Another falcon's frustration... yet space continues to call
SpaceX's Falcon I
's launch, scheduled for saturday, was scrubbed for a week due to excessive boiloff of helium and oxygen
in the tropic heat.
I understood that the atoll was kind of remote but I was kind of shocked that the fuel making equipment was not based on the island.
Anyway, as Elon Musk cautioned all, delays in this first launch were inevitable
, and I retain high hopes that SpaceX can deliver small payloads to LEO at a cost per pound previously unthinkable.
remember... If at first you don't succeed, try, try again.
It's going to be a wonderful decade for private space flight, what with Mike Griffin publically advocating that the alt.space community get into the fuel transport biz. Griffin gets it:
In order that we may devote as much of NASA's budget as possible to the cutting edge of space exploration, we must seek to reduce the cost of all things routine. Here in 2005, the definition of "routine" certainly should include robust, reliable, and cost effective access to space for at least small and medium class payloads. Unfortunately, it does not, and frankly, this is not an area where it is reasonable to expect government to excel. Within the boundaries of available technology, when we want an activity to be performed reliably and efficiently, we in our society look to the competitive pressures of the free market to achieve these goals. In space, these pressures have been notably lacking, in part because the space "market" has historically been both specialized and small. [...] We will put about a half-billion dollars in play over the five years to promote competition that is good for the private sector and good for the public interest. I'm confident that this kind of financial incentive, on different terms than are usual with NASA, or indeed with any government entity, will result in the emergence of substantial commercial providers. Such successes will, in their turn, serve as a justification for even greater use of such "non-traditional" acquisition methods. [...] if there were a fuel depot available on orbit, one capable of being replenished at any time, the Earth departure stage could after refueling carry significantly more payload to the Moon, maximizing the utility of the inherently expensive SDHLV for carrying high-value cargo.
But NASA's architecture does not feature a fuel depot. Even if it could be afforded within the budget constraints which we will likely face – and it cannot – it is philosophically the wrong thing for the government to be doing. It is not "necessary"; it is not on the critical path of things we "must do" to return astronauts to the Moon. It is a highly valuable enhancement, but the mission is not hostage to its availability. It is exactly the type of enterprise which should be left to industry and to the marketplace.

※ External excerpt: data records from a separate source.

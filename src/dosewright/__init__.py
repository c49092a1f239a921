"""Least-cost reagent trains for the staged precipitation of dissolved metals.

The public names are imported on first use, so that ``import dosewright`` costs nothing.
"""

from __future__ import annotations

from importlib import import_module
from typing import TYPE_CHECKING, Any

if TYPE_CHECKING:
    from dosewright.chemistry import catalogue
    from dosewright.design import Design
    from dosewright.equilibrium import Equilibrium, equilibrate, equilibrate_batch
    from dosewright.errors import DosewrightError, InputError, NoDesign, NotConverged
    from dosewright.flowsheet import Flowsheet, load
    from dosewright.search import optimise
    from dosewright.trial import Trial, evaluate
    from dosewright.verify import Verdict, verify

__version__ = "0.1.0"

_HOME = {
    "Design": "design",
    "DosewrightError": "errors",
    "Equilibrium": "equilibrium",
    "Flowsheet": "flowsheet",
    "InputError": "errors",
    "NoDesign": "errors",
    "NotConverged": "errors",
    "Trial": "trial",
    "Verdict": "verify",
    "catalogue": "chemistry",
    "equilibrate": "equilibrium",
    "equilibrate_batch": "equilibrium",
    "evaluate": "trial",
    "load": "flowsheet",
    "optimise": "search",
    "verify": "verify",
}

__all__ = [
    "Design",
    "DosewrightError",
    "Equilibrium",
    "Flowsheet",
    "InputError",
    "NoDesign",
    "NotConverged",
    "Trial",
    "Verdict",
    "__version__",
    "catalogue",
    "equilibrate",
    "equilibrate_batch",
    "evaluate",
    "load",
    "optimise",
    "verify",
]


def __getattr__(name: str) -> Any:
    """Import a public name on first use."""
    if name not in _HOME:
        raise AttributeError(f"module 'dosewright' has no attribute {name!r}")
    # a module of the same name must not hide the function: look inside it
    value = getattr(import_module(f"dosewright.{_HOME[name]}"), name)
    globals()[name] = value
    return value


def __dir__() -> list[str]:
    """List the public names."""
    return sorted(__all__)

So let us look forward ten or more years, to a time when we are closer to resuming human exploration of the Moon. The value of such a commercially operated fuel depot in low Earth orbit at that time is easy to estimate. Such a depot would support at least two planned missions to the Moon each year. The architecture which we have advanced places about 150 metric tons in LEO, 25 MT on the Crew Launch Vehicle and 125 MT on the heavy-lifter. Of the total, about half will be propellant in the form of liquid oxygen and hydrogen, required for the translunar injection to the Moon. If the Earth departure stage could be refueled on-orbit, the crew and all high-value hardware could be launched using a single SDHLV, and all of this could be sent to the Moon.
There are several ways in which the value of this extra capability might be calculated, but at a conservatively low government price of $10,000/kg for payload in LEO, 250 MT of fuel for two missions per year is worth $2.5 B, at government rates. If a commercial provider can supply fuel at a lower cost, both the government and the contractor will benefit. This is a non-trivial market, and it will only grow as we continue to fly. The value of fuel for a single Mars mission may be several billion dollars by itself. Once industry becomes fully convinced that the United States, in company with its international partners, is headed out into the solar system for good, I believe that the economics of such a business will attract multiple competitors, to the benefit of both stockholders and taxpayers.
Bonus Link: Dr Ron Sugar (CEO of Northrop/Grumman) speaks:
History is clear. Far from being a drag on a nation's progress, exploration often accelerates a nation's progress.
Every age has its governing commodity, and the fortunes of nations wax and wane in correlation to their mastery of it. In past millennia it was the mastery of tools and weapons - first of stone then bronze, and finally iron. Centuries ago the governing commodity was precious metals. More recently it has been trade and finance, steel and oil.
But the ultimate governing commodity of our age is intellectual capital. Just think about that. As a nation, we are preeminent in the world because we dominate that commodity. It is the basis of our leadership in pharmaceuticals and medicine; communications and computer technology; aerospace, genetic engineering, national security, and many other categories.
If we ever lose our dominance in intellectual capital, we will lose our position of leadership in the world. And the world - not just America - will be far the worse for it.